# Here is one group



## Glenmore (Sep 10, 2004)

Here is one group donated by one of the many friends here on the forum yep did all fifteen of them today. There is the group of 15. The one pen is juniper the other is mesquite.


----------



## Bob N (Oct 12, 2004)

Keep on trucking Glenmore, those look fantastic! If i were to try 15 pens in one day, both me and the lathe would fall out on the floor


----------



## chippypah (Dec 24, 2007)

Well done mate, getting there.
Cheers
Pete


----------



## curiousgeorge (Nov 6, 2006)

Way to go Glenmore! You are getting good at this pen turning stuff.


----------



## karateed (Feb 7, 2006)

Hey George,

He's getting better than good, he's getting GREAT!!!!!

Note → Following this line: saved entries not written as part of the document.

"""``fitdrag run JOB.toml``: fit, uncertainty budget, conformity decision, certificate, record.

A thin layer over :mod:`fitdrag.run.pipeline`, whose steps are:

1. :func:`fitdrag.run.job_file.load_job` — read and validate the job file (nothing is written if it
   is wrong);
2. read every throw's track, fit them together (:func:`fitdrag.fit.fitting.fit_tracks`);
3. the GUM uncertainty budget with sensitivities from re-fits
   (:func:`fitdrag.uncertainty.gum.budget_from_model` over :class:`fitdrag.fit.budget_model.DragRefitModel`),
   and optionally the Monte Carlo check (:func:`fitdrag.uncertainty.monte_carlo.monte_carlo`);
4. the conformity decision (:func:`fitdrag.uncertainty.decision.decide`);
5. in one records transaction: allocate the certificate number, render the PDF, PNG and
   JSON to temporary files, store the record, then give the files their final names.
"""

from __future__ import annotations

import argparse
import sys

from fitdrag.errors import ConvergenceError, InputError, exit_code_for_decision

EXAMPLE = """\
Example:
  fitdrag new-job ball.toml        # write a commented job file, then edit it
  fitdrag run ball.toml --draft    # a draft for review: DRAFT-ball-....pdf/.png/.json
  fitdrag release certificates/DRAFT-ball-20260304T101500.json --approved-by "B. Reviewer"
  fitdrag run ball.toml            # or issue at once: the job names [test] approved_by

Writes NUMBER.pdf (the certificate), NUMBER.png (its first page) and NUMBER.json (the full
result) to the job's output directory and adds the record to the laboratory's records
database (FITDRAG_RECORDS, or the settings file, or the user's data folder; run says where).
Issued certificate files are never overwritten.
Exit codes:
  0  certificate (or draft) issued; the decision is PASS, or the job states no [specification]
  1  a bug: an unexpected error, printed with its traceback
  2  bad job file or input (nothing is written)
  3  the fit, or a re-fit of the uncertainty budget, did not converge (nothing is written)
  4  certificate issued; the decision is FAIL
  5  certificate issued; the decision is a conditional pass (guarded acceptance)
  6  certificate issued; the decision is a conditional fail (guarded acceptance)
"""


def register(subparsers) -> argparse.ArgumentParser:
    p = subparsers.add_parser(
        "run",
        help="run a job file: fit, uncertainty budget, decision, certificate (or draft) and record",
        description=(
            "Run the measurement described by a job file: fit the drag coefficient to the "
            "throws, build the uncertainty budget, decide conformity with the stated "
            "specification, and issue a numbered certificate (PDF and PNG) with its JSON "
            "result and a record in the records database; or, with --draft, a draft for "
            "review that 'fitdrag release' turns into the certificate."
        ),
        epilog=EXAMPLE,
        formatter_class=argparse.RawDescriptionHelpFormatter,
    )
    p.add_argument("job", metavar="JOB.toml", help="job file")
    add_measure_options(p)
    p.add_argument(
        "--draft", action="store_true",
        help="write a draft for review (marked DRAFT, no number, no record); release it with "
        "'fitdrag release'",
    )  # fmt: skip
    add_issue_options(p)
    p.add_argument("--force", action="store_true", help="overwrite an existing draft")
    p.add_argument("--quiet", action="store_true", help="no progress bars")
    return p


def add_measure_options(p) -> None:
    p.add_argument(
        "--monte-carlo", type=int, metavar="N", default=None,
        help="also propagate the input distributions by N Monte Carlo re-fits (JCGM 101); "
        "overrides [uncertainty] monte_carlo",
    )  # fmt: skip
    p.add_argument(
        "--adaptive", action="store_true",
        help="Monte Carlo: stop early once the results are stable (JCGM 101 7.9); N is the cap",
    )  # fmt: skip
    p.add_argument("--seed", type=int, default=None, help="Monte Carlo random seed")
    p.add_argument(
        "--workers", type=int, default=None, metavar="N",
        help="processes for the Monte Carlo re-fits (default: up to 2)",
    )  # fmt: skip


def add_issue_options(p) -> None:
    p.add_argument(
        "--records", metavar="PATH", default=None,
        help="records database to use (default: the laboratory's: FITDRAG_RECORDS, the "
        "settings file, or records.sqlite in the user's data folder)",
    )  # fmt: skip
    p.add_argument(
        "--replaces", metavar="NUMBER", default=None,
        help="this certificate replaces (withdraws) the certificate NUMBER; needs --reason",
    )  # fmt: skip
    p.add_argument(
        "--reason", metavar="TEXT", default=None,
        help="why the certificate named by --replaces is replaced (kept in both records)",
    )  # fmt: skip


# ---------------------------------------------------------------------------------------------
# measurement (no files written)
# ---------------------------------------------------------------------------------------------


def check_replacement(args) -> None:
    """--replaces and --reason go together (checked before any work)."""
    if args.replaces and not (args.reason or "").strip():
        raise InputError(
            f'--replaces {args.replaces}: give the reason with --reason "..." (kept in the '
            f"records with both certificates)."
        )
    if args.reason and not args.replaces:
        raise InputError("--reason: only with --replaces NUMBER (the certificate replaced).")


def measure_job(job, args, *, seed=None):
    """Measure ``job`` with the command line's options; None (after printing why) when the fit
    did not converge."""
    from fitdrag.run.pipeline import measure

    if args.monte_carlo is not None and args.monte_carlo < 0:
        raise InputError(f"--monte-carlo: must be >= 0 trials, got {args.monte_carlo}.")
    progress = (not args.quiet) and sys.stderr.isatty()
    try:
        return measure(
            job, monte_carlo=args.monte_carlo, adaptive=args.adaptive or None,
            seed=args.seed if seed is None else seed, workers=args.workers, progress=progress,
        )  # fmt: skip
    except ConvergenceError as exc:
        print(f"fitdrag {args.command}: {exc}; no certificate issued.", file=sys.stderr)
        return None


def print_issued(rec, where) -> None:
    print(f"certificate {rec.number} issued, approved by {rec.approved_by}"
          + (f", replacing {rec.replaces}" if rec.replaces else ""))  # fmt: skip
    for kind, path in rec.outputs.items():
        print(f"  {kind:<16} {path}")
    print(f"  {'record':<16} {where.path} ({where.source})")
    print(f"  {'record hash':<16} {rec.record_hash}")


def run(args) -> int:
    from fitdrag.run.job_file import load_job
    from fitdrag.run.pipeline import (
        approver,
        check_drawable,
        check_edited,
        issue,
        summary,
        write_draft,
    )

    check_replacement(args)
    if args.draft and (args.replaces or args.records):
        raise InputError("--draft: a draft takes no number and has no record; give --replaces, "
                         "--reason and --records to 'fitdrag release'.")  # fmt: skip
    job = load_job(args.job)
    check_edited(job)
    check_drawable(job, {"--reason": args.reason})
    if not args.draft:
        approver(job)  # a job without approved_by is refused before any work
    seed = args.seed
    n_mc = job.uncertainty.monte_carlo if args.monte_carlo is None else args.monte_carlo
    if args.draft and n_mc and seed is None and job.uncertainty.seed is None:
        import secrets

        seed = secrets.randbelow(2**31)  # kept in the draft: the release draws the same
    meas = measure_job(job, args, seed=seed)
    if meas is None:
        return ConvergenceError.exit_code
    print(summary(meas))
    if args.draft:
        opts = {"monte_carlo": args.monte_carlo, "adaptive": bool(args.adaptive),
                "seed": seed if seed is not None else job.uncertainty.seed}  # fmt: skip
        paths = write_draft(meas, options=opts, force=args.force)
        print("draft written (no number, no record); review it, then release it:")
        for kind, path in paths.items():
            print(f"  {kind:<16} {path}")
        print(f"  fitdrag release {paths['result_json']} --approved-by NAME")
        return exit_code_for_decision(meas.decision)
    rec, where = issue(meas, records_path=args.records, replaces=args.replaces,
                       reason=args.reason)  # fmt: skip
    print_issued(rec, where)
    if job.test.check_standard:
        from fitdrag.run.check_standard import check_standard_warning

        note = check_standard_warning(job, where.path)
        if note:
            print(f"fitdrag run: WARNING: {note}", file=sys.stderr)
    return exit_code_for_decision(None if meas.verdict is None else meas.verdict.decision)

Atta boy Glenmore....go for it...awesome job.

Ed......


----------



## Dr.Zook (Sep 10, 2004)

What can I say Glenmore????????????????????


----------



## fibertech (May 7, 2005)

Great work Glenmore. I'm certain our troops will treasure the thoughts and effort. Thanks for sharing. -Derek


----------



## Glenmore (Sep 10, 2004)

I have to say a additional thanks to Bob for the heartfelt donation of the kits that are in that photo. He also thrown in some pen blanks to boot.  Well today I got the count from the finished pens up to 65 over half way there. I'm on a roll 15 yesterday for a total of 47 today I did 18. Had 3 that I have to redo because of cracked blanks so it would have been 21. But as long as I am into it and able I'll keep cracking. Tomorrow I might get a pic of me teaching Dingle Berry how to turn a pen. A QUICK QUACK for Mike.


----------



## Glenmore (Sep 10, 2004)

Up date got 87 done today. Now go to glue up some more blanks I'm really going at it got another 25 done today plus 2 sketch pencils.


----------



## BernieW (Sep 12, 2006)

Looking good Glenmore. As I said you are a turning machine.


----------



## Dr.Zook (Sep 10, 2004)

Go, Glenmore, Go.


----------



## Glenmore (Sep 10, 2004)

Well guys 15 more to go got up to 105 done. Sorry miss counted the last count had only 82 done. Now 15 more should be a piece of cake. But I'm tired was out in my shop from PM to PM so I was busy. Thanks again for the support.


----------



## chippypah (Dec 24, 2007)

Well Mate we will have to call you the King of Pens now .
Cheers
Pete


----------



## Check twice! (Feb 11, 2008)

Glenmore, I have to admire and respect your spunk and your talent.  

You are a man on a mission, and a caring mission at that.

All I can say is great, beautiful, talented, and an all around great person.

Have a beautiful day!
John


----------



## Glenmore (Sep 10, 2004)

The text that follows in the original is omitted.